Caracciolo expresa que a pesar de lo horrible de las torturas, lo peor fueron las humillaciones. Durante los primeros cinco o seis días de reclusión, cuenta, no recibió alimento alguno. Transcurrido ese tiempo le soltaron las manos a él y a otros cuatro detenidos y los invitaron a comer. “Era sólo una fuente para cuatro prisioneros. Yo, instintivamente, traté de apropiarme de la fuente, y para hacerlo atiné a golpear a mis compañeros”.

Dice que luego de unos segundos recapacitó, lloró y dejó de comer. Esa experiencia la recuerda como la peor de toda su vida. “Nos rebajaron a la categoría de seres irracionales, porque podría haber sido un hermano al que le pegaba por un poco de comida”, manifiesta.

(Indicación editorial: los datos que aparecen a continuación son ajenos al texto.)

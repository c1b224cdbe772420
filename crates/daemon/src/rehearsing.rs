//! A rehearsal as the interface offers it: the run's own keeper in virtual time, its curve kept
//! in a bounded number of points, its time bounded.

use std::time::Duration;

use journal::{Body, Entry};
use quantity::{Charge, Current, HostTime, Span, Voltage};
use run::KeeperConfig;
use run::rehearse::{Observer, RehearseError, rehearse};
use sequence::Compiled;
use sequencer::Sequencer;
use sequencer::event::{Command, Crossing, Finding, Happening};
use simulator::device::SimulatedSink;
use sink::bench::{Link, SinkEntry};
use sink::correction::Correction;
use transport::port::HostClock;
use wire::{Counters, Reading, TemperatureReading};

use crate::sinks::SinkHandle;
use crate::view::{
    CheckView, Code, CrossingView, CurveView, MarginView, Problem, RehearsalView, RehearseRequest,
};
use crate::worker::ending_view;

/// Points of the curve unless said.
const POINTS_USUAL: u32 = 1_000;
/// Most points of the curve.
const POINTS_MAX: u32 = 20_000;
/// How long a rehearsal itself may take.
const TOOK_MAX: Duration = Duration::from_secs(90);
/// Virtual time beyond the plan's own longest: setup, and the last words.
const BEYOND_PLAN: Span = Span::from_secs(60);
/// Virtual time of a plan that nothing bounds.
const UNBOUNDED_MAX: Span = Span::from_secs(400 * 24 * 3600);
/// Moves of virtual time between two looks at the clock.
const LOOK_EVERY: u32 = 1_024;
/// Points of the planned shape.
pub(crate) const OUTLINE_POINTS: usize = 500;

/// Rehearses a checked sequence for a sink.
///
/// # Errors
/// [`Problem`] for a source that cannot be, or a run that comes to no end.
pub(crate) fn run(
    sink: &SinkHandle,
    request: &RehearseRequest,
    compiled: Compiled,
) -> Result<RehearsalView, Problem> {
    let clock = HostClock::start();
    let begun = clock.now();
    let entry = simulated(&sink.entry, request.source.as_ref())?;
    let refused = |error: String| Problem::new(Code::SourceRefused, error);
    let mut device =
        simulator::simulated_sink(&entry).map_err(|error| refused(error.to_string()))?;
    let config = KeeperConfig::for_sink(&entry).map_err(|error| refused(error.to_string()))?;
    let check = CheckView::new(&compiled, OUTLINE_POINTS);
    let longest = compiled.plan.duration_at_most();
    let at_most = longest.saturating_add(BEYOND_PLAN).min(UNBOUNDED_MAX);
    let points = request.points.unwrap_or(POINTS_USUAL).clamp(2, POINTS_MAX);
    let mut watcher = Watcher::new(compiled.plan.correction, points, clock);
    let sequencer = Sequencer::new(compiled.plan)
        .map_err(|error| Problem::new(Code::SequenceRefused, error.to_string()))?;
    let rehearsal = rehearse(sequencer, config, &mut device, begun, at_most, &mut watcher)
        .map_err(|error| match error {
            RehearseError::Plan(_) => Problem::new(Code::SequenceRefused, error.to_string()),
            RehearseError::NotTheSinkDescribed(_) | RehearseError::Endless(_) => {
                Problem::new(Code::RehearsalFailed, error.to_string())
            }
        })?;
    if watcher.stopped {
        let most = TOOK_MAX.as_secs();
        let passed = rehearsal.status.elapsed;
        let detail = format!(
            "the rehearsal had come to {passed} after {most} s and was given up; rehearse a shorter part, or on the command line"
        );
        return Err(Problem::new(Code::RehearsalFailed, detail));
    }
    let ending = ending_view(
        &rehearsal.ending,
        &watcher.crossings,
        None,
        begun.saturating_add(rehearsal.took),
    );
    let status = &rehearsal.status;
    let mut margins = MarginView::nearest_first(&status.margins);
    margins.sort_by(|a, b| b.worst_nearness.total_cmp(&a.worst_nearness));
    Ok(RehearsalView {
        check,
        ending,
        crossings: watcher.crossings.iter().map(CrossingView::new).collect(),
        duration_s: status.elapsed.seconds(),
        charge_ah: status.charge.ampere_hours(),
        energy_wh: status.energy.watt_hours(),
        peak_temperature_degc: watcher.peak_millidegc.map(|peak| f64::from(peak) / 1e3),
        margins,
        readbacks: watcher.readbacks,
        curve: watcher.curve.view(),
        took_s: clock.now().saturating_since(begun).seconds(),
    })
}

/// The entry with a simulated source: its own, or the one asked for.
fn simulated(entry: &SinkEntry, source: Option<&serde_json::Value>) -> Result<SinkEntry, Problem> {
    let mut entry = entry.clone();
    match (source, &entry.link) {
        (Some(source), _) => {
            entry.link = Link::Simulated {
                source: source.clone(),
                time_factor: std::num::NonZeroU32::MIN,
            };
        }
        (None, Link::Simulated { .. }) => {}
        (None, Link::Serial { .. } | Link::Tcp { .. }) => {
            let detail = format!(
                "sink `{}` is a real one; say what to rehearse against, such as \"source\": {{\"cell\": \"K\"}}",
                entry.name
            );
            return Err(Problem::new(Code::SourceNeeded, detail));
        }
    }
    Ok(entry)
}

/// Watches a rehearsal: keeps its curve, and ends one that takes too long.
struct Watcher {
    curve: Curve,
    crossings: Vec<Crossing>,
    peak_millidegc: Option<i32>,
    readbacks: u64,
    clock: HostClock,
    since: HostTime,
    looked: u32,
    stopped: bool,
}

impl Watcher {
    fn new(correction: Correction, points: u32, clock: HostClock) -> Self {
        Self {
            curve: Curve::new(correction, points as usize),
            crossings: Vec::new(),
            peak_millidegc: None,
            readbacks: 0,
            clock,
            since: clock.now(),
            looked: 0,
            stopped: false,
        }
    }
}

impl Observer for Watcher {
    fn entry(&mut self, entry: &Entry) {
        match &entry.body {
            Body::Event(Happening::Reading(reading)) => {
                self.readbacks += 1;
                if let TemperatureReading::Value(value) = reading.values.temperature {
                    let value = i32::try_from(value.millidegrees_celsius()).unwrap_or(i32::MAX);
                    self.peak_millidegc = self.peak_millidegc.max(Some(value));
                }
                self.curve.take(entry.at, reading);
            }
            Body::Finding(Finding::Crossed(crossing)) => self.crossings.push(*crossing),
            Body::Event(_)
            | Body::Order { .. }
            | Body::Off
            | Body::Finding(_)
            | Body::Ended(_)
            | Body::Note(_) => {}
        }
    }

    fn intervene(&mut self, _passed: Span, _device: &mut SimulatedSink) -> Option<Command> {
        self.looked += 1;
        if self.stopped || self.looked < LOOK_EVERY {
            return None;
        }
        self.looked = 0;
        let took = self.clock.now().saturating_since(self.since);
        self.stopped = Duration::from_micros(took.micros()) > TOOK_MAX;
        self.stopped.then_some(Command::Stop)
    }
}

/// A curve of which the length is not known beforehand, in a bounded number of points: when they
/// are full, neighbours are joined and each takes twice the time.
struct Curve {
    correction: Correction,
    most: usize,
    start: Option<HostTime>,
    width: Span,
    points: Vec<Stretch>,
    /// Counters of the first readback, from which charge is counted.
    base: Option<Counters>,
    charge: Charge,
}

/// All readbacks of a stretch of time, nominal.
#[derive(Debug, Clone, Copy)]
struct Stretch {
    place: u64,
    first: Span,
    /// True, when the first readback came.
    charge: Charge,
    count: u64,
    /// Least, sum of means, largest.
    current: [i64; 3],
    voltage: [i64; 3],
    /// How many, their sum, the largest.
    temperature: (u64, i64, i64),
}

impl Curve {
    fn new(correction: Correction, most: usize) -> Self {
        Self {
            correction,
            most,
            start: None,
            width: Span::from_millis(1),
            points: Vec::new(),
            base: None,
            charge: Charge::ZERO,
        }
    }

    fn take(&mut self, at: HostTime, reading: &Reading) {
        let start = *self.start.get_or_insert(at);
        let first = at.saturating_since(start);
        let values = &reading.values;
        if let Some(counters) = reading.counters {
            let base = self.base.get_or_insert(counters);
            self.charge = self.correction.charge_from_counter(
                counters.charge.saturating_sub(base.charge),
                counters.time.saturating_since(base.time),
            );
        }
        let mut new = Stretch {
            charge: self.charge,
            place: first.micros() / self.width.micros(),
            first,
            count: 1,
            current: [values.current_min, values.current, values.current_max]
                .map(Current::microamperes),
            voltage: [values.voltage_min, values.voltage, values.voltage_max]
                .map(Voltage::microvolts),
            temperature: match values.temperature {
                TemperatureReading::Value(value) => {
                    let value = value.millidegrees_celsius();
                    (1, value, value)
                }
                TemperatureReading::Open | TemperatureReading::Short => (0, 0, i64::MIN),
            },
        };
        if self.joins(&new) {
            return;
        }
        while self.points.len() >= self.most {
            self.halve();
            new.place = first.micros() / self.width.micros();
            if self.joins(&new) {
                return;
            }
        }
        self.points.push(new);
    }

    fn joins(&mut self, new: &Stretch) -> bool {
        match self.points.last_mut() {
            Some(last) if last.place == new.place => {
                last.join(new);
                true
            }
            Some(_) | None => false,
        }
    }

    fn halve(&mut self) {
        self.width = self.width.saturating_add(self.width);
        let mut joined: Vec<Stretch> = Vec::with_capacity(self.points.len());
        for mut point in self.points.drain(..) {
            point.place /= 2;
            match joined.last_mut() {
                Some(last) if last.place == point.place => last.join(&point),
                Some(_) | None => joined.push(point),
            }
        }
        self.points = joined;
    }

    fn view(&self) -> CurveView {
        let mut view = CurveView::default();
        for point in &self.points {
            point.show(&self.correction, &mut view);
        }
        view
    }
}

impl Stretch {
    fn join(&mut self, other: &Self) {
        fn joined(one: [i64; 3], other: [i64; 3]) -> [i64; 3] {
            let ([least, sum, largest], [other_least, other_sum, other_largest]) = (one, other);
            [
                least.min(other_least),
                sum.saturating_add(other_sum),
                largest.max(other_largest),
            ]
        }
        self.count += other.count;
        self.current = joined(self.current, other.current);
        self.voltage = joined(self.voltage, other.voltage);
        let (count, sum, largest) = other.temperature;
        self.temperature.0 += count;
        self.temperature.1 = self.temperature.1.saturating_add(sum);
        self.temperature.2 = self.temperature.2.max(largest);
    }

    fn show(&self, correction: &Correction, view: &mut CurveView) {
        let mean = |sum: i64, count: u64| {
            i64::try_from(count)
                .ok()
                .and_then(|count| sum.checked_div(count))
        };
        let current = |micro| {
            let nominal = Current::from_microamperes(micro);
            correction.current_from_readback(nominal).amperes()
        };
        let voltage = |microvolts, microamperes| {
            let nominal = Voltage::from_microvolts(microvolts);
            let current = Current::from_microamperes(microamperes);
            correction.voltage_from_readback(nominal, current).volts()
        };
        let [least, sum, largest] = self.current;
        let with = [least, mean(sum, self.count).unwrap_or(least), largest];
        view.time_s.push(self.first.seconds());
        view.readbacks.push(self.count);
        view.charge_ah.push(Some(self.charge.ampere_hours()));
        view.current_min_a.push(current(least));
        view.current_a
            .push(current(mean(sum, self.count).unwrap_or(least)));
        view.current_max_a.push(current(largest));
        let [least, sum, largest] = self.voltage;
        view.voltage_min_v.push(voltage(least, with[0]));
        view.voltage_v
            .push(voltage(mean(sum, self.count).unwrap_or(least), with[1]));
        view.voltage_max_v.push(voltage(largest, with[2]));
        let (count, sum, hottest) = self.temperature;
        let degc =
            |milli| quantity::Temperature::from_millidegrees_celsius(milli).degrees_celsius();
        view.temperature_degc.push(mean(sum, count).map(degc));
        view.temperature_max_degc
            .push((count > 0).then(|| degc(hottest)));
    }
}

#[cfg(test)]
mod tests;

Caracciolo estuvo detenido casi tres meses, durante los cuales fue torturado casi todos los días. Al ser liberado les pidieron a él y a otros prisioneros que contaran que habían sido tratados bien.

Pese a los tormentos vividos, Caracciolo –ahora de 60 años– inició una lucha clandestina contra la dictadura. Todavía es uno los dirigentes sociales más influyentes del país.